Unless we indicate differently in the prospectus supplement, any such agent
will be acting on a reasonable efforts basis for the period of its
appointment.

   If we utilize a dealer in the sale of the debt securities being offered
pursuant to this prospectus, we will sell the debt securities to the dealer,
as principal. The dealer may then resell the debt securities to the public at
varying prices to be determined by the dealer at the time of resale.

                                      25


 Delayed Delivery Contracts

   If we so specify in the applicable prospectus supplement, we will authorize
underwriters, dealers and agents to solicit offers by certain institutions to
purchase debt securities pursuant to contracts providing for payment and
delivery on future dates. Such contracts will be subject to only those
conditions set forth in the applicable prospectus supplement.

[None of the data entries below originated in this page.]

/** Gives numbers from 0 (included) to 1 (excluded). The engine never makes its own: it is handed one. */
export type RandomSource = () => number;

/**
 * A repeatable source of random numbers: the same seed gives the same sequence on every machine.
 *
 * @param seed whole number; only its lowest 32 bits matter
 * Source: xoshiro128** of Blackman and Vigna (2018), its state filled through the 32-bit finaliser of MurmurHash3
 * (both from memory); two outputs make the 53 bits of a double.
 */
export function seededRandom(seed: number): RandomSource {
  let counter = seed | 0;
  const fill = (): number => {
    counter = (counter + 0x9e3779b9) | 0;
    let mixed = Math.imul(counter ^ (counter >>> 16), 0x85ebca6b);
    mixed = Math.imul(mixed ^ (mixed >>> 13), 0xc2b2ae35);
    return mixed ^ (mixed >>> 16);
  };
  let s0 = fill();
  let s1 = fill();
  let s2 = fill();
  let s3 = fill();
  const next32 = (): number => {
    const result = Math.imul(rotateLeft(Math.imul(s1, 5), 7), 9) >>> 0;
    const shifted = s1 << 9;
    s2 ^= s0;
    s3 ^= s1;
    s1 ^= s2;
    s0 ^= s3;
    s2 ^= shifted;
    s3 = rotateLeft(s3, 11);
    return result;
  };
  return () => ((next32() >>> 5) * 2 ** 26 + (next32() >>> 6)) / 2 ** 53;
}

function rotateLeft(value: number, bits: number): number {
  return (value << bits) | (value >>> (32 - bits));
}
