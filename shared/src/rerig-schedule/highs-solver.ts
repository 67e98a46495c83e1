import type { Highs, Model } from 'highs';
import type {
  MixedIntegerProgram,
  ProgramSolution,
  ProgramSolver,
  SolveLimits,
} from './mixed-integer-program.js';

/**
 * The HiGHS solver (MIT licence, WebAssembly build, one thread) behind {@link ProgramSolver}.
 *
 * @param highs the loaded runtime; loading is the caller's, for it differs between Node and a browser
 */
export function highsSolver(highs: Highs): ProgramSolver {
  return { solve: (program, limits) => highs.withModel((model) => solved(highs, model, program, limits)) };
}

function solved(
  highs: Highs,
  model: Model,
  program: MixedIntegerProgram,
  limits: SolveLimits,
): ProgramSolution {
  const { variableType, modelStatus } = highs.constants;
  const hasWhole = program.whole.includes(1);
  model.options.set({
    output_flag: false,
    time_limit: limits.timeLimitS,
    mip_rel_gap: limits.relativeGap,
    mip_abs_gap: 1e-6,
  });
  const numCols = program.costs.length;
  const numRows = program.rowLowers.length;
  model.passModel({
    numCols,
    numRows,
    colCost: program.costs,
    colLower: program.lowers,
    colUpper: program.uppers,
    rowLower: program.rowLowers,
    rowUpper: program.rowUppers,
    matrix: {
      format: 'csr',
      numCols,
      numRows,
      starts: program.rowStarts,
      indices: program.columnIndices,
      values: program.coefficients,
    },
    ...(hasWhole
      ? {
          integrality: Array.from(program.whole, (whole) =>
            whole ? variableType.integer : variableType.continuous,
          ),
        }
      : {}),
  });
  if (limits.start !== undefined) model.setSolution({ colValue: limits.start });
  model.run();
  const status = model.getModelStatus();
  if (status === modelStatus.infeasible || status === modelStatus.unboundedOrInfeasible) {
    return { status: 'infeasible', values: null, objective: Infinity, bound: Infinity, rowDuals: null };
  }
  const found = model.info.get('primal_solution_status') === 2;
  const objective = found ? Number(model.info.get('objective_function_value')) : Infinity;
  const optimal = status === modelStatus.optimal;
  const dualBound = hasWhole ? Number(model.info.get('mip_dual_bound')) : optimal ? objective : -Infinity;
  const solution = found ? model.getSolution() : null;
  return {
    status: optimal && found ? 'solved' : status === modelStatus.timeLimit ? 'stopped' : 'failed',
    values: solution?.colValue ?? null,
    objective,
    bound: Math.min(dualBound, objective),
    rowDuals: hasWhole ? null : (solution?.rowDual ?? null),
  };
}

   The underwriters, dealers and agents will not be responsible for the
validity or performance of the contracts. We will set forth in the prospectus
supplement relating to the contracts the price to be paid for the debt
securities, the commissions payable for solicitation of the contracts and the
date in the future for delivery of the securities.

 General Information

   Underwriters, dealers and agents participating in a sale of the debt
securities may be deemed to be underwriters as defined in the Securities Act,
and any discounts and commissions received by them and any profit realized by
them on resale of the securities may be deemed to be underwriting discounts and
commissions, under the Securities Act. We may have agreements with
underwriters, dealers and agents to indemnify them against certain civil
liabilities, including liabilities under the Securities Act, and to reimburse
them for certain expenses.

   Underwriters or agents and their associates may be customers of, engage in
transactions with or perform services for us or our affiliates in the ordinary
course of business.

   Unless we indicate differently in a prospectus supplement, we will not list
the debt securities on any securities exchange. The debt securities will be a
new issue of securities with no established trading market. Any underwriters
that purchase debt securities for public offering and sale may make a market in
such debt securities, but such underwriters will not be obligated to do so and
may discontinue any market making at any time without notice. We make no
assurance as to the liquidity of or the trading markets for any debt
securities.

                                       26


                                    PART II.

                     INFORMATION NOT REQUIRED IN PROSPECTUS

Item 14. Other Expenses of Issuance and Distribution.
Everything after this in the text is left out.